Alice stared at the milky planet, puzzled. “Nothing, really.”
“Oh dear, where is your sense of romance? Look harder. See? On the left is a man, and on the right is a woman. They’re kissing.”
Bemused, Alice looked again. And there they were, two lovers on the moon; she had never seen them before, and now she would see them forever.
“Do you mind if I sit with you?” she asked.
“I would have no objection.”
Shivering, Alice sat down on the step and looked around. The moonlight had bathed the rough-surfaced road leading to the mill in a silvery glow that was almost otherworldly. Like a painting, she thought. She felt a quick moment of longing for the brushes and small pots of paint she had been forced to leave behind at the family farm. Her father would probably throw them out, but at least she had saved the books.
“You’re wondering why I was provoking Mrs. Holloway, I suppose.”
“I’m just trying to figure out how things work here. I knew you were angry.”
“Perceptive. About what?”
“I would be much obliged if you told me.” Alice was freezing now, and her arms were aching from the day’s work. She needed to find her place here, to know when to keep her head down, when to seize opportunity. She would not dwell on it; it would rob her of the thrill of having pushed her way out of a narrow life. But it was the next step, and the one after that, that mattered now. She glanced at Lovey’s profile against the porch light. She didn’t look as if she could be defeated by anything.

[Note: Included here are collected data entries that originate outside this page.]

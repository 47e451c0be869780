import type { Points, Series } from '#shared/contract/telemetry.ts';
import { practicalSalinity } from '#shared/domain/practical-salinity.ts';
import { salinityPair } from '../../lib/salinity.ts';
import type { Columns } from '../charts/gaps.ts';
import type { LaneInput } from '../charts/lane-model.ts';

const nothing: Columns = { resolutionMs: 0, t: [], min: [], mean: [], max: [], count: [] };

/**
 * Practical salinity (PSS-78) where both series have a sample or bucket of the same time, from the means of the two; nothing where
 * they do not match or the scale is not defined. How far it went within a bucket cannot be told from two ranges.
 */
export function salinityColumns(conductivity: Columns, temperature: Columns): Columns {
  if (conductivity.resolutionMs !== temperature.resolutionMs) return nothing;
  const indexByT = new Map(temperature.t.map((tMs, i) => [tMs, i]));
  const found = conductivity.t.flatMap((tMs, i) => {
    const other = indexByT.get(tMs);
    if (other === undefined) return [];
    const salinity = practicalSalinity(conductivity.mean[i] ?? NaN, temperature.mean[other] ?? NaN);
    return salinity === null ? [] : [{ tMs, salinity, count: Math.min(conductivity.count[i] ?? 0, temperature.count[other] ?? 0) }];
  });
  const values = found.map(({ salinity }) => salinity);
  return {
    resolutionMs: conductivity.resolutionMs,
    t: found.map(({ tMs }) => tMs),
    min: values,
    mean: values,
    max: values,
    count: found.map(({ count }) => count),
  };
}

/** The lane of a system that measures both; null for one that does not. */
export function salinityLane(all: readonly Series[], bySeriesId: ReadonlyMap<string, Points>): LaneInput | null {
  const pair = salinityPair(all);
  if (pair === null) return null;
  const columns = salinityColumns(bySeriesId.get(pair.conductivity.id) ?? nothing, bySeriesId.get(pair.temperature.id) ?? nothing);
  return {
    id: 'salinity',
    title: 'Salinity, computed',
    unit: '',
    decimals: 1,
    fromZero: false,
    leastSpan: 1,
    band: null,
    limits: [],
    traces: [{ id: 'salinity', label: 'Salinity', dashed: false, columns }],
    tests: null,
    doses: null,
  };
}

“There’s plenty to be angry about,” Lovey said. “None of us wants to lose our jobs, so we can’t say much, but look how they treated Delia. The mill isn’t safe, but we don’t have any way of fixing things, and the Fiskes—those pompous people—know it. They’re hypocrites, too. All that cotton making them rich comes from the labor of slaves, but none of them wants to think about that.”
“But without the cotton—”
“We wouldn’t have the jobs that make
us
feel rich, right?”
“Are you afraid—”
“Of being fired? Yes, but I’ve been fired before.” Lovey’s tone was matter-of-fact. “They’ll try to do it again. It won’t be banishment by Mrs. Holloway; she just likes to threaten. She’s one of those sorrowful widows without a penny; not such a bad person, actually.”
“What would you do?”
“Go to another mill where they don’t know me. The important thing is not to care; that’s what keeps me free.”
Alice reflected on that for a moment. To not care was the spice of life for a permanent wanderer, but it wasn’t for her.
“Where is your home?” she asked.
Lovey turned her face full toward Alice’s, putting it into shadow. “I grew up in Fall River, but I’m not welcome there, according to my father. You might watch being around me, Alice—I’m a bad influence.” She laughed. The sound of it was like water bubbling in a pot on low, light and airy, with a tease at the end.
“Where do you
feel
at home?” Alice asked.
“I don’t know such a place.”
“Not here?”
Lovey sat silently, picking at a fingernail. “Sometimes. The girls are a good sort.”
“I don’t know such a place, either, at least not yet,” Alice said. “I’m seen as something of a troublemaker where I come from.”
“Really?” Lovey glanced at her with renewed interest. “Tell me. I love troublemaker stories. Where were you born?
”
“On a farm, same as you, I suppose. My father tried being a blacksmith for a while, but he couldn’t make a go of it. We ended up as tenant farmers.” Alice paused at the memory of watching her father, a grin on his face, pounding an iron bar over a fiercely hot fire. It would bend to his will; it always did. And so did I, she thought. Well, mostly.
“Did you go to school?”
“I finished secondary school. Won my certificate of completion last June.” She hoped Lovey wouldn’t see her pride as boasting.
“So why are you here? Helping out your father sounds a little too noble to be the whole story.”